> _WORK TO BE COMPLETED_:
From the records below, please repeat exactly the line that has "the read-only view", the line that has "const now = after.get(label) ?? '–';", and every line between them, and nothing else.

> _DATA TO PROCESS_:
════════════════
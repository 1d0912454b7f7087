import { FormControl, FormGroup, Validators } from '@angular/forms';

import type { AnalysisProfile, CheckFamily, TestSelection } from '@shared/analysis';
import { engineRule, followGeneralBasis, generalAttackControls, generalAttackParameters, numberOf, type GeneralAttackControls } from './general-attack-form';
import { NUMBER_FIELDS, profileNumberText, type NumberField } from '@shared/format/profile-field-labels';

/** The controls of a profile form: the profile's fields, numbers as text. */
export type ProfileControls = Record<NumberField, FormControl<string>> &
  GeneralAttackControls & {
    mode: FormControl<TestSelection['mode']>;
    fraction: FormControl<string>;
    probability: FormControl<string>;
    criterion: FormControl<AnalysisProfile['criterion']>;
    securityModel: FormControl<AnalysisProfile['securityModel']>;
    requirePositiveKey: FormControl<boolean>;
    spaceLikeSeparation: FormControl<AnalysisProfile['spaceLikeSeparation']>;
    blockingChecks: FormControl<CheckFamily[]>;
    note: FormControl<string>;
  };

/** A form for a complete profile, filled from `profile`; each field validated by the engine's rules. */
export function profileForm(profile: AnalysisProfile): FormGroup<ProfileControls> {
  const selection = profile.testSelection;
  const numbers = Object.fromEntries(
    NUMBER_FIELDS.map((field) => [
      field,
      new FormControl(profileNumberText(field, profile[field]), {
        nonNullable: true,
        validators: [engineRule((text: string) => ({ [field]: numberOf(text) }))],
      }),
    ]),
  ) as Record<NumberField, FormControl<string>>;
  const form = new FormGroup<ProfileControls>({
    ...numbers,
    mode: new FormControl(selection.mode, { nonNullable: true }),
    fraction: new FormControl(String(selection.mode === 'fixed-fraction' ? selection.fraction : 0.5), {
      nonNullable: true,
      validators: [engineRule((text: string) => ({ testSelection: { mode: 'fixed-fraction', fraction: numberOf(text) } }))],
    }),
    probability: new FormControl(String(selection.mode === 'bernoulli' ? selection.probability : 0.5), {
      nonNullable: true,
      validators: [engineRule((text: string) => ({ testSelection: { mode: 'bernoulli', probability: numberOf(text) } }))],
    }),
    criterion: new FormControl(profile.criterion, { nonNullable: true }),
    securityModel: new FormControl(profile.securityModel ?? 'collective', { nonNullable: true }),
    ...generalAttackControls(profile),
    requirePositiveKey: new FormControl(profile.requirePositiveKey, { nonNullable: true }),
    blockingChecks: new FormControl([...profile.blockingChecks], { nonNullable: true }),
    spaceLikeSeparation: new FormControl(profile.spaceLikeSeparation ?? 'reported', { nonNullable: true }),
    note: new FormControl('', { nonNullable: true, validators: [Validators.maxLength(2000)] }),
  });
  // Only the share of the chosen selection mode, and the general settings of the chosen basis, are part of the profile.
  const followMode = (mode: TestSelection['mode']) => {
    followGeneralBasis(form.controls, form.controls.generalBasis.value, mode);
    if (mode === 'fixed-fraction') form.controls.fraction.enable({ emitEvent: false });
    else form.controls.fraction.disable({ emitEvent: false });
    if (mode === 'bernoulli') form.controls.probability.enable({ emitEvent: false });
    else form.controls.probability.disable({ emitEvent: false });
  };
  followMode(selection.mode);
  form.controls.mode.valueChanges.subscribe(followMode);
  form.controls.generalBasis.valueChanges.subscribe((basis) => followGeneralBasis(form.controls, basis, form.controls.mode.value));
  return form;
}

/** The engine parameters a profile form holds (the note is not one of them). */
export function profileParameters(form: FormGroup<ProfileControls>): Record<string, unknown> {
  const value = form.getRawValue();
  const testSelection =
    value.mode === 'fixed-fraction'
      ? { mode: value.mode, fraction: numberOf(value.fraction) }
      : value.mode === 'bernoulli'
        ? { mode: value.mode, probability: numberOf(value.probability) }
        : { mode: value.mode };
  return {
    testSelection,
    criterion: value.criterion,
    ...Object.fromEntries(NUMBER_FIELDS.map((field) => [field, numberOf(value[field])])),
    requirePositiveKey: value.requirePositiveKey,
    blockingChecks: value.blockingChecks,
    spaceLikeSeparation: value.spaceLikeSeparation,
    securityModel: value.securityModel,
    ...generalAttackParameters(value, value.mode),
  };
}
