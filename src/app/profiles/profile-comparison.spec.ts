import { type ComponentFixture, TestBed } from '@angular/core/testing';
import { MATERIAL_ANIMATIONS } from '@angular/material/core';

import { parseProfile } from '@shared/analysis';
import type { ProfileDto, ProfileVersionDto } from '@shared/api';
import { ProfileComparison } from './profile-comparison';
import { profileDifferences } from './profile-differences';

const base = (parseProfile({}) as { profile: Record<string, unknown> }).profile;
const version = (id: number, number: number, parameters: Record<string, unknown>, note = ''): ProfileVersionDto => ({
  id,
  profileId: 4,
  version: number,
  parameters,
  note,
  createdBy: 'Maren Holt',
  createdAt: '2026-11-01T08:00:00Z',
  usedByRuns: 0,
});
const v1 = version(41, 1, { ...base, chshTolerance: 0.03 });
const v2 = version(42, 2, { ...base, chshTolerance: 0.02, testSelection: { mode: 'bernoulli', probability: 0.05 } }, 'tighter for the winter detectors');
const v3 = version(43, 3, { ...base, chshTolerance: 0.02, testSelection: { mode: 'bernoulli', probability: 0.05 } }, 'the same, re-saved');
const FEN_NIGHT: ProfileDto = { id: 4, name: 'Fen night', description: '', latestVersionId: 43, createdAt: '2026-11-01T08:00:00Z', versions: [v3, v2, v1] };

describe('profileDifferences', () => {
  it('lists the fields that read differently, by their labels, with a dash where a version has no such field', () => {
    expect(profileDifferences(v1.parameters as never, v2.parameters as never)).toEqual([
      { label: 'Test rounds chosen', from: 'Fixed share from the seed', to: 'Each round independently' },
      { label: 'Test fraction', from: String((base['testSelection'] as { fraction: number }).fraction), to: '–' },
      { label: 'CHSH tolerance η', from: '0.03', to: '0.02' },
      { label: 'Test probability γ', from: '–', to: '0.05' },
    ]);
    expect(profileDifferences(v2.parameters as never, v3.parameters as never)).toEqual([]);
  });

  it('reads a version saved before space-like separation could be required as reporting it', () => {
    const { spaceLikeSeparation: _added, ...older } = base;
    expect(profileDifferences(older as never, base as never)).toEqual([]);
    expect(profileDifferences(older as never, { ...base, spaceLikeSeparation: 'required' } as never)).toEqual([
      { label: 'Space-like separation', from: 'Reported, not judged', to: 'Required of every round' },
    ]);
  });
});

describe('ProfileComparison', () => {
  let fixture: ComponentFixture<ProfileComparison>;
  let host: HTMLElement;
  const rows = () => Array.from(host.querySelectorAll('tbody tr')).map((row) => Array.from(row.children).map((cell) => cell.textContent.trim()));
  const headers = () => Array.from(host.querySelectorAll('thead th')).map((cell) => cell.textContent.trim());

  async function show(shown: ProfileVersionDto): Promise<void> {
    TestBed.configureTestingModule({ providers: [{ provide: MATERIAL_ANIMATIONS, useValue: { animationsDisabled: true } }] });
    fixture = TestBed.createComponent(ProfileComparison);
    fixture.componentRef.setInput('profile', FEN_NIGHT);
    fixture.componentRef.setInput('shown', shown);
    host = fixture.nativeElement as HTMLElement;
    await fixture.whenStable();
  }

  it('compares a version with the one before it, older first', async () => {
    await show(v2);
    expect(headers()).toEqual(['Field', 'v1', 'v2']);
    expect(rows()).toContainEqual(['CHSH tolerance η', '0.03', '0.02']);
  });

  it('says when two versions hold the same rules, and compares v1 with the next one', async () => {
    await show(v3);
    expect(host.textContent).toContain('v2 and v3 hold the same rules.');
    fixture.componentRef.setInput('shown', v1);
    await fixture.whenStable();
    expect(headers()).toEqual(['Field', 'v1', 'v2']);
  });
});
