import { mkdtempSync, rmSync, writeFileSync } from 'node:fs';
import { tmpdir } from 'node:os';
import * as path from 'node:path';
import { stationCsvBytes } from '@fixtures/stations/station-csv';
import { KESTREL_FEN_TIMING, STATION_PAIR_SEED, StationPairOptions, stationRecord } from '@fixtures/stations/station-pair';
import { AnalysisRequestError } from '../../node/analysis-errors';
import { Station } from '../station-columns';
import { STATION_BATCH_ROWS } from '../station-log-reader';
import { analyseStationPair } from './analyse-station-pair';
import { memorySource } from './testing/pair-sources';

// Two station log files are read on two cores: station B's in a thread of its own, which sends its
// batches' columns over and gets them back to fill again. Whatever the logs hold, the result must
// be the one the same bytes give read in one thread (as streams).

const PROFILE = { criterion: 'observed', minTestRounds: 500 };
const SEED = '6d'.repeat(32);

describe('station B read in a thread of its own', () => {
  let folder: string;
  beforeAll(() => (folder = mkdtempSync(path.join(tmpdir(), 'bellkeep-threaded-'))));
  afterAll(() => rmSync(folder, { recursive: true, force: true }));

  /** The pair as files and as streams, analysed both ways. */
  async function bothWays(name: string, bytes: Record<Station, Uint8Array>) {
    const files = (['A', 'B'] as const).map((station) => {
      const file = path.join(folder, `${name}-${station}.csv`);
      writeFileSync(file, bytes[station]);
      return { path: file };
    });
    const options = { profile: PROFILE, seed: SEED, geometry: KESTREL_FEN_TIMING.geometry };
    const threaded = await analyseStationPair(files[0], files[1], options);
    const oneThread = await analyseStationPair(memorySource(bytes.A), memorySource(bytes.B), options);
    return { threaded, oneThread };
  }

  const pairBytes = (options: StationPairOptions, gzipB = false) => ({
    A: stationCsvBytes('A', stationRecord('A', options, STATION_PAIR_SEED)),
    B: stationCsvBytes('B', stationRecord('B', options, STATION_PAIR_SEED), { gzip: gzipB }),
  });

  it.each([
    ['an aligned timed pair over many batches', pairBytes({ rounds: 5 * STATION_BATCH_ROWS + 17 })],
    ['a gzip B with a burst missing', pairBytes({ rounds: 3 * STATION_BATCH_ROWS, burst: { station: 'B', firstTrigger: 9_000, rounds: 40 } }, true)],
    ['a B shifted by three rounds', pairBytes({ rounds: 2 * STATION_BATCH_ROWS, shiftB: 3 })],
  ])('%s: the same result as read in one thread', async (name, bytes) => {
    const { threaded, oneThread } = await bothWays(name.replace(/\W+/g, '-'), bytes);
    expect(threaded).toEqual(oneThread);
  });

  it('names a bad row of B as read in one thread', async () => {
    const bytes = pairBytes({ rounds: 2 * STATION_BATCH_ROWS });
    const text = new TextDecoder().decode(bytes.B).replace('\n10000,', '\n10000.5,');
    const { threaded, oneThread } = await bothWays('bad-row', { A: bytes.A, B: new TextEncoder().encode(text) });
    expect(threaded.verdict).toBe('INVALID');
    expect(threaded.errors[0]).toMatchObject({ column: 'round', value: '10000.5' });
    expect(threaded).toEqual(oneThread);
  });

  it('refuses a B file that is not there, naming it, before any thread starts', async () => {
    const a = path.join(folder, 'lonely-A.csv');
    writeFileSync(a, pairBytes({ rounds: 100 }).A);
    const missing = path.join(folder, 'not-there.csv');
    await expect(analyseStationPair({ path: a }, { path: missing }, { profile: PROFILE, seed: SEED })).rejects.toThrow(
      new AnalysisRequestError(`cannot read ${missing}: ENOENT: no such file or directory, stat '${missing}'`, 'io'),
    );
  });
});
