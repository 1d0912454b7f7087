import type { AnalysisProfile } from '@shared/analysis';
import { describeProfile } from '@shared/format/profile-field-labels';

/** One field that reads differently in two versions of a profile; '–' where a version has no such field. */
export interface ProfileDifference {
  label: string;
  from: string;
  to: string;
}

/**
 * What changed from `from` to `to`, field by field, by the labels and values the read-only view
 * shows (so a test fraction replaced by a test probability shows as both, each with a '–').
 */
export function profileDifferences(from: AnalysisProfile, to: AnalysisProfile): ProfileDifference[] {
  const before = new Map(describeProfile(from).map((line) => [line.label, line.value]));
  const after = new Map(describeProfile(to).map((line) => [line.label, line.value]));
  const labels = [...new Set([...before.keys(), ...after.keys()])];
  return labels.flatMap((label) => {
    const old = before.get(label) ?? '–';
    const now = after.get(label) ?? '–';
    return old === now ? [] : [{ label, from: old, to: now }];
  });
}
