import { CHECK_FAMILIES } from '@shared/analysis';
import { CHECK_FAMILY_LABELS } from '@shared/format/check-labels';

/** The check families in order, with their words, as the profile dialog offers them. */
export const CHECK_FAMILY_OPTIONS = CHECK_FAMILIES.map((family) => ({ value: family, label: CHECK_FAMILY_LABELS[family] }));
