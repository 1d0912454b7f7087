// Two stations, two logs: reading a station log from a file or stream, plain or gzip (Node only).
export { readStationLog } from './station-log-file';
export type { StationLogReading } from './station-log-file';
export { analyseStationPair, stationPairDigest } from './analyse-station-pair';
export type { StationPairAnalysisOptions } from './analyse-station-pair';
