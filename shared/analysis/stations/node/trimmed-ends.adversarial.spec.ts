import { localDeterministic, THREE_WIN_STRATEGIES, type ModelRound } from '@fixtures/adversaries';
import type { AnalysisResult, Verdict } from '../../result';
import { pairSources, stationHalf, UNTIMED } from './testing/pair-sources';
import { analyseStationPair } from './analyse-station-pair';

// A referee's attack on the ends of two station records: a local model (a uniform mixture of the
// three-win deterministic strategies, Bell 1964; CHSH 1969: every CHSH round won with probability
// ¾), and a station B that, having seen the outcomes, keeps only the stretch of the night that looks
// best: it cuts its record's start where the wins over ¾ are lowest and its end where they are
// highest, within the first and last quarter. With the ends counted, B's cuts are missing rounds
// over the span of A's record, the test decisions are the untrimmed pair's (same span, same seed),
// and each cut round drawn for testing is a lost game: the trimmed pair can never look better.

const ROUNDS = 20_000;
const sourceSeed = (i: number) => `a7${i.toString(16).padStart(62, '0')}`;
const selectionSeed = (i: number) => `d2${i.toString(16).padStart(62, '0')}`;
/** A lax profile: only the Bell-violation rule and the missing rounds stand between a source and ACCEPT. */
const LAX = { criterion: 'observed', chshTolerance: 0.1, missingRoundsTolerance: 0.4, minTestRounds: 100 };
const RANK: Record<Verdict, number> = { INVALID: 0, ABORT: 1, ACCEPT: 2 };

/** The stretch of the run B keeps: start and end cut where the running excess of CHSH wins over ¾ is lowest and highest. */
function bestLookingStretch(rounds: readonly ModelRound[]): { first: number; last: number } {
  const excess = [0];
  for (const r of rounds) {
    const score = r.y === 2 ? 0 : (r.a ^ r.b) === r.x * r.y ? 0.25 : -0.75;
    excess.push(excess[excess.length - 1] + score);
  }
  const quarter = Math.floor(rounds.length / 4);
  const argBest = (from: number, to: number, better: (one: number, other: number) => boolean) =>
    Array.from({ length: to - from + 1 }, (_, i) => from + i).reduce((best, i) => (better(excess[i], excess[best]) ? i : best), from);
  const first = argBest(0, quarter, (one, other) => one < other);
  const end = argBest(rounds.length - quarter, rounds.length, (one, other) => one > other);
  return { first, last: end - 1 };
}

describe('a station record trimmed at its ends by a local model (each over several seeds)', () => {
  it.each([0, 1, 2, 3])('never looks better than the untrimmed pair, and never passes (seed %i)', async (seed) => {
    const rounds = [...localDeterministic({ rounds: ROUNDS, strategy: [...THREE_WIN_STRATEGIES] }, sourceSeed(seed))];
    const { first, last } = bestLookingStretch(rounds);
    const kept = rounds.filter((r) => r.round >= first && r.round <= last);
    const judge = async (b: ModelRound[]): Promise<AnalysisResult> => {
      const logs = pairSources({ A: stationHalf(rounds, 'A'), B: stationHalf(b, 'B') }, UNTIMED);
      return analyseStationPair(logs.A, logs.B, { profile: LAX, seed: selectionSeed(seed) });
    };
    const untrimmed = await judge(rounds);
    const trimmed = await judge(kept);

    expect(ROUNDS - kept.length).toBeGreaterThan(0);
    expect(trimmed.missingRounds).toMatchObject({ firstRound: 0, lastRound: ROUNDS - 1, triggers: ROUNDS, missing: ROUNDS - kept.length });
    // The same triggers are drawn for testing: a kept round keeps its decision, a cut one becomes a lost game.
    expect(trimmed.selection!.testRounds + trimmed.missingRounds!.drawnForTesting).toBe(untrimmed.selection!.testRounds);
    expect(trimmed.chsh!.winFraction!).toBeLessThanOrEqual(untrimmed.chsh!.winFraction! + 1e-12);
    expect(trimmed.chsh!.winFractionLower!).toBeLessThanOrEqual(untrimmed.chsh!.winFractionLower! + 1e-12);
    expect(trimmed.chsh!.log10PValue).toBeGreaterThanOrEqual(untrimmed.chsh!.log10PValue - 1e-9);
    expect(RANK[trimmed.verdict]).toBeLessThanOrEqual(RANK[untrimmed.verdict]);
    expect(trimmed.verdict).toBe('ABORT');
    expect(trimmed.reasons.join(' ')).toContain('no significant Bell violation');
  });
});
════════════════
> _FINAL ANSWER_:
 * What changed from `from` to `to`, field by field, by the labels and values the read-only view
 * shows (so a test fraction replaced by a test probability shows as both, each with a '–').
 */
export function profileDifferences(from: AnalysisProfile, to: AnalysisProfile): ProfileDifference[] {
  const before = new Map(describeProfile(from).map((line) => [line.label, line.value]));
  const after = new Map(describeProfile(to).map((line) => [line.label, line.value]));
  const labels = [...new Set([...before.keys(), ...after.keys()])];
  return labels.flatMap((label) => {
    const old = before.get(label) ?? '–';
    const now = after.get(label) ?? '–';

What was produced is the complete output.